Més que un club, mehr als ein Club, lautet das offizielle Motto des Futbol Club Barcelona. In der Vergangenheit bezog sich dieses Selbstverständnis bei den Katalanen vor allem auf die Bedeutung des Vereins für die Region und die Verpflichtung zu sozialem Engagement.

Schon immer war Barça auch sportlich einer der ganz großen Clubs in Europa, doch zu der Übermannschaft, die 13 Titel in den vergangenen vier Jahren gewinnen konnte, machte es erst ein Mann: Josep Guardiola i Sala.
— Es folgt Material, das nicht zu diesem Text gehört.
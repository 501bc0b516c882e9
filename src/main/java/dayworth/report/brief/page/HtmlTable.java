package dayworth.report.brief.page;

/** Tables as HTML. */
final class HtmlTable {

  /** Letters of a chain that does not stay on one line. */
  private static final int LONG_CHAIN = 46;

  private final StringBuilder out;

  HtmlTable(StringBuilder out) {
    this.out = out;
  }

  /** A caption that stands above a picture and its table. */
  void caption(Table table) {
    line("<p class=\"cap\"><b>" + html(table.name()) + ".</b> " + html(table.caption()) + "</p>");
  }

  void write(Table table) {
    String wrap =
        switch (table.look()) {
          case SCROLLING ->
              "<div class=\"tw\" tabindex=\"0\" role=\"region\" aria-label=\""
                  + html(table.name())
                  + ", scrolls sideways on a narrow screen\">";
          case EVEN -> "";
          default -> "<div class=\"tw\">";
        };
    line(wrap + "<table role=\"table\" class=\"" + style(table) + "\">");
    String hidden = table.look() == Table.Look.EVEN ? " class=\"defs\"" : "";
    line(
        "<caption"
            + hidden
            + "><b>"
            + html(table.name())
            + ".</b> "
            + html(table.caption())
            + "</caption>");
    head(table);
    body(table);
    line("</table>" + (wrap.isEmpty() ? "" : "</div>"));
  }

  private static String style(Table table) {
    return switch (table.look()) {
      case STACKING -> "stack";
      case SCROLLING -> "long";
      case EVEN -> "cmp n" + (table.columns().size() - 1);
      case REASONS -> "stack why";
    };
  }

  private void head(Table table) {
    out.append("<thead role=\"rowgroup\"><tr role=\"row\">");
    for (int c = 0; c < table.columns().size(); c++) {
      Table.Column column = table.columns().get(c);
      if (column.head().isEmpty()) {
        out.append("<td role=\"cell\"></td>");
      } else {
        out.append("<th scope=\"col\" role=\"columnheader\"")
            .append(attribute(table, c))
            .append('>')
            .append(html(column.head()))
            .append("</th>");
      }
    }
    line("</tr></thead>");
  }

  private static String attribute(Table table, int column) {
    return switch (table.columns().get(column).content()) {
      case WORDS -> "";
      case FIGURES -> " class=\"r\"";
      case CHOSEN -> " class=\"pickcol\"";
    };
  }

  private void body(Table table) {
    line("<tbody role=\"rowgroup\">");
    for (Table.Row row : table.rows()) {
      String kind =
          switch (row.kind()) {
            case PLAIN -> "";
            case CHOSEN -> " class=\"pick\"";
            case QUIET -> " class=\"not\"";
            case SUM -> " class=\"sumrow\"";
          };
      out.append("<tr role=\"row\"").append(kind).append('>');
      for (int c = 0; c < row.cells().size(); c++) {
        cell(table, row, c);
      }
      line("</tr>");
    }
    line("</tbody>");
  }

  private void cell(Table table, Table.Row row, int column) {
    Table.Cell cell = row.cells().get(column);
    String style = attribute(table, column);
    if (column == 0) {
      out.append("<th scope=\"row\" role=\"rowheader\"").append(style).append('>');
    } else {
      String head = table.columns().get(column).head();
      String label = head.isEmpty() ? "" : " data-l=\"" + html(head) + "\"";
      out.append("<td role=\"cell\"").append(style).append(label).append('>');
    }
    content(cell);
    out.append(column == 0 ? "</th>" : "</td>");
  }

  private void content(Table.Cell cell) {
    if (cell instanceof Table.Named named) {
      out.append("<b>").append(html(named.id())).append("</b> ").append(html(named.name()));
    } else if (cell instanceof Table.Counted counted) {
      out.append(tally(counted.tally()));
    } else if (cell instanceof Table.AddUp sum) {
      addUp(sum);
    } else if (cell instanceof Table.Chains chains) {
      chains(chains);
    } else {
      out.append(html(cell.text()));
    }
  }

  static String tally(Part.Tally tally) {
    if (tally.marks() == 0) {
      return html(tally.words());
    }
    String mark = tally.isBack() ? "<i class=\"g\"></i>" : "<i></i>";
    return "<span class=\"tally\" aria-hidden=\"true\">"
        + mark.repeat(tally.marks())
        + "</span> "
        + html(tally.words());
  }

  private void addUp(Table.AddUp sum) {
    out.append("<span class=\"add\">");
    for (Table.Addend addend : sum.addends()) {
      out.append(addend.isBack() ? "<span class=\"back\">" : "<span>")
          .append(html(addend.name()))
          .append("</span><span class=\"r\">")
          .append(html(addend.amount()))
          .append("</span>");
    }
    out.append("<b></b><b class=\"r\">").append(html(sum.total())).append("</b></span>");
  }

  private void chains(Table.Chains chains) {
    for (Table.Chain chain : chains.chains()) {
      boolean isLong = chain.text().length() > LONG_CHAIN;
      out.append(isLong ? "<span class=\"chain long\">" : "<span class=\"chain\">");
      out.append("<span class=\"cn\">");
      out.append(html(chain.name())).append("</span>");
      chain.knots().forEach(this::knot);
      out.append("</span>");
    }
    if (!chains.rest().isEmpty()) {
      out.append("<span class=\"q\">").append(html(chains.rest())).append("</span>");
    }
  }

  private void knot(Table.Knot knot) {
    String id = html(knot.id());
    String hidden = "<span class=\"vh\">" + html(knot.change().suffix()) + "</span>";
    out.append(
        switch (knot.change()) {
          case NONE -> "<i>" + id + "</i>";
          case SHORTENED -> "<i><u>" + id + hidden + "</u></i>";
          case GIVEN_BACK -> "<i><s>" + id + hidden + "</s></i>";
        });
  }

  private void line(String text) {
    out.append(text).append('\n');
  }

  private static String html(String text) {
    return Escape.html(text);
  }
}
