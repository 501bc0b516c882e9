package dayworth.report.brief.page;

/** Text for HTML, SVG and Markdown, in which nothing is obeyed. */
public final class Escape {

  private Escape() {}

  /** For HTML and SVG, in text and in quoted attributes. */
  public static String html(String text) {
    StringBuilder escaped = new StringBuilder(text.length() + 16);
    for (int i = 0; i < text.length(); i++) {
      char c = text.charAt(i);
      switch (c) {
        case '&' -> escaped.append("&amp;");
        case '<' -> escaped.append("&lt;");
        case '>' -> escaped.append("&gt;");
        case '"' -> escaped.append("&quot;");
        case '\'' -> escaped.append("&#39;");
        default -> escaped.append(c);
      }
    }
    return escaped.toString();
  }

  /** For Markdown, also within the cells of a table. */
  static String markdown(String text) {
    StringBuilder escaped = new StringBuilder(text.length() + 16);
    for (int i = 0; i < text.length(); i++) {
      char c = text.charAt(i);
      if ("\\`*_[]<>|#".indexOf(c) >= 0) {
        escaped.append('\\');
      }
      escaped.append(c);
    }
    String line = escaped.toString();
    return line.matches("(?s)([-+~=]|\\d+[.)]).*") ? "\\" + line : line;
  }
}
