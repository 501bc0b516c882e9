package dayworth.engine.stepping;

import static org.junit.jupiter.api.Assertions.assertEquals;
import static org.junit.jupiter.api.Assertions.assertTrue;

import dayworth.engine.Change;
import dayworth.engine.Curve;
import dayworth.engine.PieceWitness;
import dayworth.engine.Step;
import dayworth.network.Network;
import dayworth.testing.PublishedExample;
import java.util.List;
import java.util.stream.Stream;
import org.junit.jupiter.api.Test;
import org.junit.jupiter.params.ParameterizedTest;
import org.junit.jupiter.params.provider.Arguments;
import org.junit.jupiter.params.provider.MethodSource;

/** The curve against examples from the literature; the report names the source of each. */
class PublishedCurvesTest {

  static Stream<Arguments> examples() {
    return PublishedExample.sources().entrySet().stream()
        .map(example -> Arguments.of(example.getKey(), example.getValue()));
  }

  @ParameterizedTest(name = "{0}: {1}")
  @MethodSource("examples")
  void everyWholeDurationCostsWhatTheTableSays(String name, String source) {
    PublishedExample example = PublishedExample.read(name);
    Curve curve = Stepping.curve(example.network(), PieceWitness.NONE);
    example
        .leastCosts()
        .forEach((duration, cost) -> assertEquals(cost, curve.costAt(duration).cents(), source));
    assertEquals(example.leastCosts().keySet().iterator().next(), curve.shortest(), source);
  }

  @Test
  void allExamplesAreThere() {
    assertEquals(10, PublishedExample.sources().size());
  }

  /** Moder and Phillips: 1-2 goes from 6 to 4 days and back to 5 from 20 to 19 days; by hand. */
  @Test
  void moderAndPhillipsRelaxOneActivityExactlyOnce() {
    Curve curve = curve("moder-phillips-8");
    List<Step> relaxing =
        curve.steps().stream()
            .filter(step -> step.changes().stream().anyMatch(Change::isRelaxation))
            .toList();
    assertEquals(1, relaxing.size());
    assertEquals(20, relaxing.get(0).from());
    assertEquals(19, relaxing.get(0).to());
    List<Change> relaxed = relaxing.get(0).changes().stream().filter(Change::isRelaxation).toList();
    assertEquals(1, relaxed.size());
    assertEquals("1-2", curve.network().activity(relaxed.get(0).activity()).id());
    assertEquals(-1, relaxed.get(0).shortened());
  }

  /** Equally cheap plans from 34 to 30 weeks; none needs a relaxation. */
  @Test
  void hillierAndLiebermanRelaxNothing() {
    assertTrue(
        curve("hillier-reliable").steps().stream()
            .flatMap(step -> step.changes().stream())
            .noneMatch(Change::isRelaxation));
  }

  /** A 6 + 2 - B 8 + 1 + C 7 = 8, by hand. */
  @Test
  void anActivityPassedBackwardsStandsAtItsNormalDuration() {
    Curve curve = curve("own-reverse-critical");
    assertEquals(8, curve.shortest());
    Network network = curve.network();
    int reversed = network.indexOf("B").orElseThrow();
    assertEquals(8, curve.planAfter(curve.steps().size()).duration(reversed));
  }

  private static Curve curve(String name) {
    return Stepping.curve(PublishedExample.read(name).network(), PieceWitness.NONE);
  }
}
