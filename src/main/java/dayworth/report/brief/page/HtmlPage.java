package dayworth.report.brief.page;

import java.nio.charset.StandardCharsets;
import java.security.MessageDigest;
import java.security.NoSuchAlgorithmException;
import java.util.Base64;

/**
 * A document as one HTML file that needs nothing else: style, fonts, pictures and data lie in it.
 * Without scripts it is a document that stands still; with them a slider leads through the
 * finishes.
 */
public final class HtmlPage {

  private final Document document;
  private final Explorer explorer;
  private final HtmlParts parts;
  private final StringBuilder out = new StringBuilder();

  private HtmlPage(Document document, Explorer explorer) {
    this.document = document;
    this.explorer = explorer;
    this.parts = new HtmlParts(out);
  }

  /**
   * What lets a reader explore.
   *
   * @param bar the slider and its buttons, as HTML
   * @param json the data of every finish, safe within a script element
   * @param style what depends on the pictures
   */
  public record Explorer(String bar, String json, String style) {}

  /** The text of the file. */
  public static String of(Document document, Explorer explorer) {
    HtmlPage page = new HtmlPage(document, explorer);
    page.write();
    return page.out.toString();
  }

  private void write() {
    String script = Assets.text("explorer.js");
    head(script);
    line("<body>");
    line("<a class=\"skip\" href=\"#main\">Skip to the answer</a>");
    line("<div class=\"page\">");
    masthead();
    line("<main id=\"main\">");
    answer();
    facts();
    int number = 0;
    for (Section section : document.sections()) {
      section(section, ++number);
    }
    line("</main>");
    line("<footer class=\"foot\"><p>" + html(document.closing()) + "</p></footer>");
    line("</div>");
    line("<script type=\"application/json\" id=\"states\">" + explorer.json() + "</script>");
    line("<script>" + script + "</script>");
    line("</body>");
    line("</html>");
  }

  private void head(String script) {
    line("<!DOCTYPE html>");
    line("<html lang=\"en-GB\">");
    line("<head>");
    line("<meta charset=\"utf-8\">");
    line("<meta name=\"viewport\" content=\"width=device-width,initial-scale=1\">");
    line(
        "<meta http-equiv=\"Content-Security-Policy\" content=\"default-src 'none';"
            + " style-src 'unsafe-inline'; font-src data:; script-src 'sha256-"
            + digest(script)
            + "'; base-uri 'none'; form-action 'none'\">");
    line("<title>" + html(document.title()) + "</title>");
    line("<style>" + Assets.fontFaces() + Assets.text("brief.css"));
    line(printFoot() + explorer.style() + "</style>");
    line("</head>");
  }

  /** The foot of a printed page carries the reference; a string of CSS needs escapes of its own. */
  private String printFoot() {
    String reference = document.reference().isEmpty() ? "" : ", " + document.reference();
    return "@media print{@page{@bottom-left{content:"
        + cssString(shortTitle() + reference)
        + ";font:400 8.5pt \"Dayworth Label\",sans-serif;color:#56646F}}}\n";
  }

  private String shortTitle() {
    int colon = document.title().indexOf(": what ");
    return colon < 0 ? document.title() : document.title().substring(0, colon);
  }

  /** An escape takes one space after it along, so it brings one. */
  static String cssString(String text) {
    StringBuilder css = new StringBuilder("\"");
    text.codePoints()
        .forEach(
            c -> {
              boolean plain = (Character.isLetterOrDigit(c) && c < 128) || c == ' ' || c == ',';
              css.append(plain ? Character.toString(c) : String.format("\\%06X ", c));
            });
    return css.append('"').toString();
  }

  private void masthead() {
    line(
        "<header class=\"mast\"><p class=\"what\">"
            + html(document.title())
            + "</p><p class=\"ref\">"
            + html(document.reference())
            + "</p></header>");
  }

  private void answer() {
    Document.Headline head = document.headline();
    line(
        "<h1>"
            + html(head.before())
            + "<em>"
            + html(head.stressed())
            + "</em>"
            + html(head.after())
            + "</h1>");
    document.sum().ifPresent(this::sum);
    line("<div class=\"lede\">");
    document.lede().forEach(text -> line("<p>" + html(text) + "</p>"));
    line("</div>");
  }

  private void sum(Document.Sum sum) {
    line("<div class=\"sum\" role=\"group\" aria-label=\"The answer in three numbers\">");
    addend(sum.from(), "");
    line("<span class=\"op\" role=\"img\" aria-label=\"less\">−</span>");
    addend(sum.less(), "");
    line("<span class=\"op\" role=\"img\" aria-label=\"leaves\">=</span>");
    addend(sum.leaves(), " class=\"res\"");
    line("</div>");
  }

  private void addend(Document.Addend addend, String style) {
    line(
        "<div"
            + style
            + "><b>"
            + html(addend.amount())
            + "</b><span>"
            + html(addend.meaning())
            + "</span></div>");
  }

  private void facts() {
    line("<dl class=\"meta\">");
    for (Document.Fact fact : document.facts()) {
      String style = fact.isKnown() ? "" : " class=\"not\"";
      line(
          "<div><dt>"
              + html(fact.name())
              + "</dt><dd"
              + style
              + ">"
              + html(fact.value())
              + "</dd></div>");
    }
    line("</dl>");
  }

  private void section(Section section, int number) {
    boolean explores = section.layout() == Section.Layout.EXPLORER;
    if (explores) {
      line(explorer.bar());
    }
    String style =
        switch (section.layout()) {
          case PLAIN -> "";
          case BROAD -> " class=\"broad\"";
          case EXPLORER -> " class=\"try\"";
        };
    String id = "s-" + section.id();
    line("");
    line("<section" + style + " aria-labelledby=\"" + id + "\">");
    String heading = html(section.heading());
    line(
        "<h2 id=\""
            + id
            + "\"><span class=\"no\">"
            + number
            + "</span>"
            + (explores
                ? "<span id=\"try-h\">" + heading + "</span>"
                : "<span>" + heading + "</span>")
            + "</h2>");
    section.parts().forEach(parts::write);
    line("</section>");
  }

  private static String digest(String script) {
    try {
      byte[] hash =
          MessageDigest.getInstance("SHA-256").digest(script.getBytes(StandardCharsets.UTF_8));
      return Base64.getEncoder().encodeToString(hash);
    } catch (NoSuchAlgorithmException e) {
      throw new IllegalStateException("every Java has SHA-256", e);
    }
  }

  private void line(String text) {
    out.append(text).append('\n');
  }

  private static String html(String text) {
    return Escape.html(text);
  }
}
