/**
 * A document as a value, sections of findings with sentences, tables and pictures, and its two
 * renderings, HTML and Markdown, which carry the same text. It knows nothing of cases.
 */
package dayworth.report.brief.page;
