package dayworth.report.brief.page;

import java.io.IOException;
import java.io.InputStream;
import java.io.UncheckedIOException;
import java.nio.charset.StandardCharsets;
import java.util.Base64;

/** The files that lie beside the program and go into every page. */
final class Assets {

  private static final String FOLDER = "/dayworth/report/brief/";

  private Assets() {}

  /** A text file. */
  static String text(String name) {
    return new String(bytes(name), StandardCharsets.UTF_8);
  }

  /**
   * The faces of the page: Literata for what is read and Barlow Semi Condensed for labels, both
   * under the SIL Open Font License 1.1.
   */
  static String fontFaces() {
    return face("Dayworth Text", 400, "literata-latin-400-normal")
        + face("Dayworth Text", 600, "literata-latin-600-normal")
        + face("Dayworth Label", 400, "barlow-semi-condensed-latin-400-normal")
        + face("Dayworth Label", 500, "barlow-semi-condensed-latin-500-normal")
        + face("Dayworth Label", 600, "barlow-semi-condensed-latin-600-normal");
  }

  private static String face(String family, int weight, String file) {
    String data = Base64.getEncoder().encodeToString(bytes("fonts/" + file + ".woff2"));
    return "@font-face{font-family:\""
        + family
        + "\";font-weight:"
        + weight
        + ";font-style:normal;src:url(data:font/woff2;base64,"
        + data
        + ") format(\"woff2\")}\n";
  }

  private static byte[] bytes(String name) {
    try (InputStream file = Assets.class.getResourceAsStream(FOLDER + name)) {
      if (file == null) {
        throw new IllegalStateException("the program lacks its file " + name);
      }
      return file.readAllBytes();
    } catch (IOException e) {
      throw new UncheckedIOException(e);
    }
  }
}
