package dayworth.report.brief.page;

import java.util.List;

/** A piece of a section. */
public sealed interface Part {

  /** Paragraphs of a text that is read. */
  record Prose(List<String> paragraphs) implements Part {
    public Prose {
      paragraphs = List.copyOf(paragraphs);
    }
  }

  /** What is looked at beside what explains it. */
  record Beside(List<Part> main, Remark remark) implements Part {
    public Beside {
      main = List.copyOf(main);
    }
  }

  /**
   * An explanation beside something.
   *
   * @param label what it is about, for those who do not see it
   */
  record Remark(String label, List<Part> parts) implements Part {
    public Remark {
      parts = List.copyOf(parts);
    }
  }

  /** Short paragraphs of an explanation. */
  record Notes(List<String> paragraphs) implements Part {
    public Notes {
      paragraphs = List.copyOf(paragraphs);
    }
  }

  /** A short paragraph that the slider changes. */
  record Live(String id, String text) implements Part {}

  /** The marks of a picture with what they mean. */
  record Key(List<Mark> marks) implements Part {
    public Key {
      marks = List.copyOf(marks);
    }
  }

  /** A drawn mark and what it means. */
  record Mark(String svg, String meaning) {}

  /** A smaller heading. */
  record Subheading(String text) implements Part {}

  /** Statements, each with where it comes from. */
  record Statements(List<Statement> statements) implements Part {
    public Statements {
      statements = List.copyOf(statements);
    }
  }

  /** A statement and where it comes from; the source may be empty. */
  record Statement(String text, String source) {}

  /** What a case does not have. */
  record Gap(String title, String text) implements Part {}

  /** A warning with a word before it. */
  record Caution(String title, String text) implements Part {}

  /** A sentence that is set larger. */
  record Claim(String text) implements Part {}

  /** A table. */
  record Sheet(Table table) implements Part {}

  /** A picture. */
  record Figure(Picture picture) implements Part {}

  /** A picture and the table that says the same, column below column. */
  record Drawn(Picture picture, Table table) implements Part {}

  /**
   * What the slider changes, as it stands for the chosen finish.
   *
   * @param lines money, summed up
   * @param picks what is shortened
   * @param jumps finishes to go to
   */
  record Readout(List<Amount> lines, List<Pick> picks, String rest, List<Jump> jumps)
      implements Part {
    public Readout {
      lines = List.copyOf(lines);
      picks = List.copyOf(picks);
      jumps = List.copyOf(jumps);
    }
  }

  /** A line of the sum. */
  record Amount(String id, String name, String amount, Weight weight) {}

  /** How much a line of the sum weighs. */
  enum Weight {
    PLAIN,
    TOTAL,
    DIFFERENCE
  }

  /** Something that is shortened or given back. */
  record Pick(String id, String name, Tally tally, String price) {}

  /** Units as marks, as far as there is room for them, and in words. */
  record Tally(int marks, boolean isBack, String words) {}

  /** A link to a finish. */
  record Jump(String name, String fragment) {}
}
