package dayworth.engine.stepping;

import static org.junit.jupiter.api.Assertions.assertEquals;
import static org.junit.jupiter.api.Assertions.assertInstanceOf;
import static org.junit.jupiter.api.Assertions.assertTrue;

import dayworth.engine.Curve;
import dayworth.engine.PieceWitness;
import dayworth.engine.Step;
import dayworth.engine.proof.FlowBound;
import dayworth.engine.proof.ProofChecker;
import dayworth.engine.proof.Verdict;
import dayworth.network.Network;
import dayworth.testing.OutsideSolver;
import dayworth.testing.RandomNetworks;
import dayworth.value.Money;
import java.util.Optional;
import org.junit.jupiter.api.Test;

/** Laws that every curve keeps, on seeded random networks; a failure names its seed. */
class SteppingLawsTest {

  private static final int NETWORKS = 2_000;

  @Test
  void everyPieceIsProvedAtBothItsEndsAndTheLastChainHolds() {
    for (long seed = 0; seed < NETWORKS; seed++) {
      Network network = RandomNetworks.of(seed);
      ProofChecker checker = new ProofChecker(network);
      String which = "seed " + seed;
      Curve curve =
          Stepping.curve(
              network,
              (from, fromPlan, to, toPlan, flow) -> {
                FlowBound bound = checker.bound(flow);
                assertInstanceOf(
                    Verdict.Proved.class,
                    checker.check(fromPlan, from, bound, fromPlan.directCost(network)),
                    which);
                assertInstanceOf(
                    Verdict.Proved.class,
                    checker.check(toPlan, to, bound, toPlan.directCost(network)),
                    which);
              });
      assertEquals(
          Optional.empty(),
          ProofChecker.stops(network, curve.obstacles(), curve.shortest()),
          which);
    }
  }

  /** Origin of the costs: OR-Tools GLOP on a model of its own. */
  @Test
  void costsAgreeWithAnOutsideSolverAtEveryBreakpointAndTheCurveIsConvex() {
    for (long seed = 0; seed < NETWORKS; seed++) {
      Network network = RandomNetworks.of(seed);
      Curve curve = Stepping.curve(network, PieceWitness.NONE);
      Money price = Money.of(-1);
      agrees(network, curve, curve.longest(), seed);
      for (Step step : curve.steps()) {
        agrees(network, curve, step.to(), seed);
        assertTrue(step.pricePerTick().compareTo(price) >= 0, "prices rise, seed " + seed);
        price = step.pricePerTick();
      }
      assertEquals(curve.shortest(), OutsideSolver.shortest(network).orElseThrow(), "seed " + seed);
    }
  }

  private static void agrees(Network network, Curve curve, long duration, long seed) {
    double outside = OutsideSolver.leastCost(network, duration);
    double inside = curve.costAt(duration).toDouble();
    assertEquals(
        outside, inside, 0.005 + 1e-9 * Math.abs(inside), "seed " + seed + " at " + duration);
  }
}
Der 41-Jährige hatte zur Spielzeit 2008/2009 das Traineramt angetreten, zum Ende dieser Saison ist Schluss. "Das ist keine einfache Entscheidung für mich", sagte Guardiola bei einer Pressekonferenz vor den Augen mehrerer Spieler, "es ist für mich an der Zeit, zu gehen." Er könne nicht mehr die Energie aufbringen, die nötig sei. Das Amt übernimmt der ein Jahr ältere Tito Vilanova, der wie Guardiola der clubeigenen Talentschmiede La Masia entstammt und bislang als Co-Trainer arbeitete.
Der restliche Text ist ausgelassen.